Four shRNAs targeting CDC50A were designed and synthesized by GenePharma (Shanghai, China) and cloned into pGPU6/GFP/Neo vectors. After the four shRNA plasmids plus negative control shRNA plasmids were transiently transfected into 293FT cells for 48 hours, the expression of CDC50A was evaluated using Western blotting. Compared with the control shRNA-expressing construct, shCDC50A-974 was the most effective in reducing CDC50A expression (Supplementary Fig. 1). The target sequence of the negative control shRNA was 5′ TTCTCCGAACGTGTCACGT 3′. To generate cells stably expressing the shRNA, shRNA TMEM30A-homo-974 was cloned into the pLKO.1-GFP lentivirus vector, which was then cotransfected with the packaging plasmids pCMV-dR8.91 and pCMV-VSV-G into 293FT cells with PEI transfection reagent. Viruses were harvested 48 hours post transfection and filtered with 0.45 μm syringe filters (Millipore, Milford, MA, USA).

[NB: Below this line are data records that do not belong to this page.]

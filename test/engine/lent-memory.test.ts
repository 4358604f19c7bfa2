/**
 * Arrays lent from one transfer solver to the next (src/engine/lent-memory.ts): a spare is reused
 * only when large enough and by one owner at a time, and budgets solved in lent memory left dirty
 * by other models give the bits of the same budgets solved first. Reference: the same calls in
 * another order (common practice, no outside source: the claim is that order changes nothing).
 */
import { readdirSync, readFileSync } from "node:fs";
import { join } from "node:path";
import { describe, expect, it } from "vitest";
import { noiseBudget } from "../../src/engine/budget";
import { giveBackArrays, takeFloats, takeInts } from "../../src/engine/lent-memory";
import { prepare } from "../../src/prepare";
import { logGrid } from "../../src/setup/grid";

const EXAMPLES = join(__dirname, "..", "..", "examples");
const examples = readdirSync(EXAMPLES).filter((f) => f.endsWith(".json"));

function bytes(xs: Float64Array): string {
  return Buffer.from(xs.buffer, xs.byteOffset, xs.byteLength).toString("hex");
}

describe("lent arrays", () => {
  it("are at least as long as asked, reused once given back, and never lent to two owners at once", () => {
    const floats = takeFloats(1000);
    const ints = takeInts(300);
    expect(floats.length).toBeGreaterThanOrEqual(1000);
    expect(ints.length).toBeGreaterThanOrEqual(300);
    // Taken and not given back: a second owner gets other arrays.
    const other = takeFloats(10);
    expect(other).not.toBe(floats);
    giveBackArrays(floats, ints);
    // Given back once or twice, lent once.
    giveBackArrays(floats, ints);
    const again = takeFloats(900);
    expect(again).toBe(floats);
    expect(takeFloats(900)).not.toBe(floats);
    expect(takeInts(300)).toBe(ints);
    // Too short for a larger request: a new array.
    giveBackArrays(again, ints);
    expect(takeFloats(5000).length).toBeGreaterThanOrEqual(5000);
    expect(takeFloats(5000)).not.toBe(floats);
  });
});

describe("budgets solved in lent memory another model left dirty", () => {
  it("give the bits they gave first, for every example at 1, 3 and 256 frequencies", () => {
    const cases = examples.flatMap((file) => {
      const { assembled, setup } = prepare(readFileSync(join(EXAMPLES, file), "utf8"));
      const range = setup.grid ?? { from: 1, to: 1e5 };
      return [1, 3, 256].map((points) => ({ assembled, frequencies: points === 1 ? Float64Array.of(Math.sqrt(range.from * range.to)) : logGrid({ from: range.from, to: range.to, points }) }));
    });
    const fingerprint = (c: (typeof cases)[number]): string => {
      const b = noiseBudget(c.assembled, c.frequencies);
      return [bytes(b.total), ...b.terms.map((t) => bytes(t.psd)), ...b.references.map((r) => bytes(r.psd))].join(" ");
    };
    const first = cases.map(fingerprint);
    // Backwards, then every other one: each solver takes arrays another model wrote last.
    const backwards = [...cases].reverse().map(fingerprint).reverse();
    expect(backwards).toEqual(first);
    const alternate = cases.map((_, i) => (i % 2 === 0 ? i : cases.length - i)).map((i) => [i, fingerprint(cases[i])] as const);
    for (const [i, print] of alternate) expect(print, `case ${i}`).toBe(first[i]);
  });
});
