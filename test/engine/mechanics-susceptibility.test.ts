/**
 * A mechanical body's susceptibility and the reference curves built on it. The damped
 * oscillator χ = 1/(m(Ω_m² − Ω² − iγΩ)) (textbook form, from memory; e.g. any mechanics text
 * on the driven damped oscillator) must be the reference module's oscillatorSusceptibility bit
 * for bit for viscous baths; the free-mass force SQL is 2ħmΩ² (2ħ/|χ| with χ = −1/(mΩ²),
 * Braginsky & Khalili, "Quantum Measurement", 1992). Each closure reuses its own scratch pair,
 * so calls in any order give the same bits as the first. Fixed seeds.
 */
import fc from "fast-check";
import { describe, expect, it } from "vitest";
import { HBAR } from "../../src/constants";
import type { MechanicalBody, ThermalBathInfo } from "../../src/physics/mechanical-body";
import { forceSignalReference, susceptibility } from "../../src/physics/mechanics";
import { oscillatorSusceptibility } from "../../src/reference/limits";

function body(mass: number, massSign: 1 | -1, omega: number, baths: ThermalBathInfo[]): MechanicalBody {
  return { owner: "m", mode: { x: 0, p: 1 } as unknown as MechanicalBody["mode"], xScale: 1, pScale: HBAR, mass, massSign, omega, baths };
}

const bath = (kind: ThermalBathInfo["kind"]) =>
  fc.record({ owner: fc.constant("b"), kind: fc.constant(kind), gamma: fc.double({ min: 1e-6, max: 1e4, noNaN: true }), temperature: fc.double({ min: 0, max: 300, noNaN: true }) });

describe("mechanical susceptibility", () => {
  it("with viscous baths only is oscillatorSusceptibility of the signed mass and the summed damping, bit for bit", () => {
    fc.assert(
      fc.property(
        fc.double({ min: 1e-15, max: 1e3, noNaN: true }),
        fc.constantFrom(1 as const, -1 as const),
        fc.double({ min: 0, max: 1e7, noNaN: true }),
        fc.array(bath("viscous"), { maxLength: 3 }),
        fc.double({ min: 1e-2, max: 1e8, noNaN: true }),
        (mass, sign, omegaM, baths, omega) => {
          const total = baths.reduce((s, b) => s + b.gamma, 0);
          const got = susceptibility(body(mass, sign, omegaM, baths), omega);
          const expected = oscillatorSusceptibility(sign * mass, omegaM, total, omega);
          return Object.is(got[0], expected[0]) && Object.is(got[1], expected[1]);
        },
      ),
      { seed: 20261205, numRuns: 400 },
    );
  });

  it("puts a free mass's force SQL at 2ħmΩ² (relative 1e-14: a different order of roundings)", () => {
    const mass = 5e-12;
    const sql = forceSignalReference(body(mass, 1, 0, [])).curves.find((c) => c.id === "sql")!;
    for (const omega of [1, 2 * Math.PI * 1e3, 7.3e6]) {
      const expected = 2 * HBAR * mass * omega * omega;
      expect(Math.abs(sql.psd(omega) / expected - 1)).toBeLessThan(1e-14);
    }
  });

  it("gives every reference curve and the referral factor the same bits whatever was called before", () => {
    const baths: ThermalBathInfo[] = [
      { owner: "a", kind: "viscous", gamma: 3.1, temperature: 4 },
      { owner: "b", kind: "symmetric", gamma: 0.7, temperature: 0.02 },
    ];
    const make = () => forceSignalReference(body(2e-9, 1, 2 * Math.PI * 1.2e6, baths));
    const omegas = [2 * Math.PI * 1.1e6, 2 * Math.PI * 1.2e6, 2 * Math.PI * 1.3e6];
    const read = (r: ReturnType<typeof make>, omega: number) => [...r.curves.map((c) => c.psd(omega)), r.quantities[0].psdFactor(omega)];
    const fresh = omegas.map((omega) => read(make(), omega));
    const shared = make();
    // Interleaved and repeated, on one reference: each closure's scratch pair must hold nothing over.
    const again = [...omegas, ...omegas.slice().reverse()].map((omega) => read(shared, omega));
    const expected = [...fresh, ...fresh.slice().reverse()];
    expect(again.map((row, i) => row.every((v, k) => Object.is(v, expected[i][k])))).toEqual(expected.map(() => true));
    expect(fresh[0]).toHaveLength(4);
  });
});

Construction of CDC50A expression vector

Primers for CDC50A transcriptional variant 1 (GENE ID: 55754, HUGO Gene Nomenclature Committee) were designed and synthetised (Qiagen, up 5′ -GCGGAATTCGCCACCATGGCGATGAACTATAAC – 3′; down 5′ -GCCGCGGCCGCTTACTTATCGTCGTCATCCTTGTAATCTCCTCCTCCAATGGTAATGTCAGCTG - 3′, 1086 bp). CDC50A gene was amplified (35 cycles, 25 μl reactions with 10 pmol primers) and verified by sequencing. To generate cells stably up-regulated expressing CDC50A, the PCR amplified product was cloned into the pLVX-IRES-GFP virus vector, which was then cotransfected with the packaging plasmids pCMV-dR8.91 and pCMV-VSV-G into HEK-293 T cells. Viruses were harvested 48 hours post transfection and filtered with 0.45 μm syringe filters (Millipore, Milford, MA, USA).

Mice

All of the procedures involving animals in this study were approved by the Animal Ethics Committee of PUMCH in accordance with institutional and Chinese government guidelines for animal experiments. Nod;Scid (NOD. CB17-Prkdcscid) mice were purchased from the Institution of Laboratory Animal Sciences, Chinese Academy of Medical Sciences, Beijing, China. NSG (NOD. Cg-PrkdCscidIl2rgtm1Wjl/SzJ) mice were obtained from Jackson Laboratory, Bar Harbor, ME, USA. Mice were housed under specific pathogen-free conditions with sterile acidified water and irradiated food. Female mice of 4 to 6 weeks old were used in the study. At least 3 mice were used in each group. Mice were killed by cervical dislocation.

Tumour xenograft

Cells were diluted and mixed with Matrigel (BD Biosciences, San Jose, CA) at a 1:1 ratio. The mixtures were implanted subcutaneously into the scapular region of mice [17]. Tumour development was monitored by palpation and visual inspection twice a week. Mice were killed and xenograft tumours were harvested for subsequent sorting when tumours were confirmed by palpation or visual. If there were no tumours after 5 months of cell implantation, mice were killed and further determine whether the tumours were formed by anatomy. Tumour tissue was confirmed by immunohistochemistry.

Tumour tissue

Fresh tumour tissues or ascites were collected from 23 patients with epithelial ovarian cancer from June 2014 to May 2015. Among them, 16 patients were diagnosed with ovarian high-grade serous carcinoma during primary debulking surgery, and their tumour recurrence outcome and PFI were followed. This work conformed to the guidelines explained in the Declaration of Helsinki and was approved (Approval No. S-072) by the Ethics Committee of Peking Union Medical College Hospital (PUMCH, Beijing, China). Informed consent was obtained from all patients and/or their legal guardians. The pathologic diagnosis for all patients was performed by two experienced gynaecologic pathologists. Tumour specimens were analysed with FACS, and CDC50A+Lin− cells were counted. PFI was defined as the time interval between the dates of completion of standard platinum-based chemotherapy and that of the first confirmed sign of disease recurrence or the last follow-up.

Statistical analysis

Data analyses were performed with SPSS 19.0 software. T tests and one-way analysis of variance (ANOVA) were used to compare differences between two study groups. Survival curve was drawn with univariate Cox regression analysis. Hazard ratio (HR) was calculated after adjusting for the optimal debulking surgery. All the tests were two sided, and p values less than 0.05 were considered statistically significant.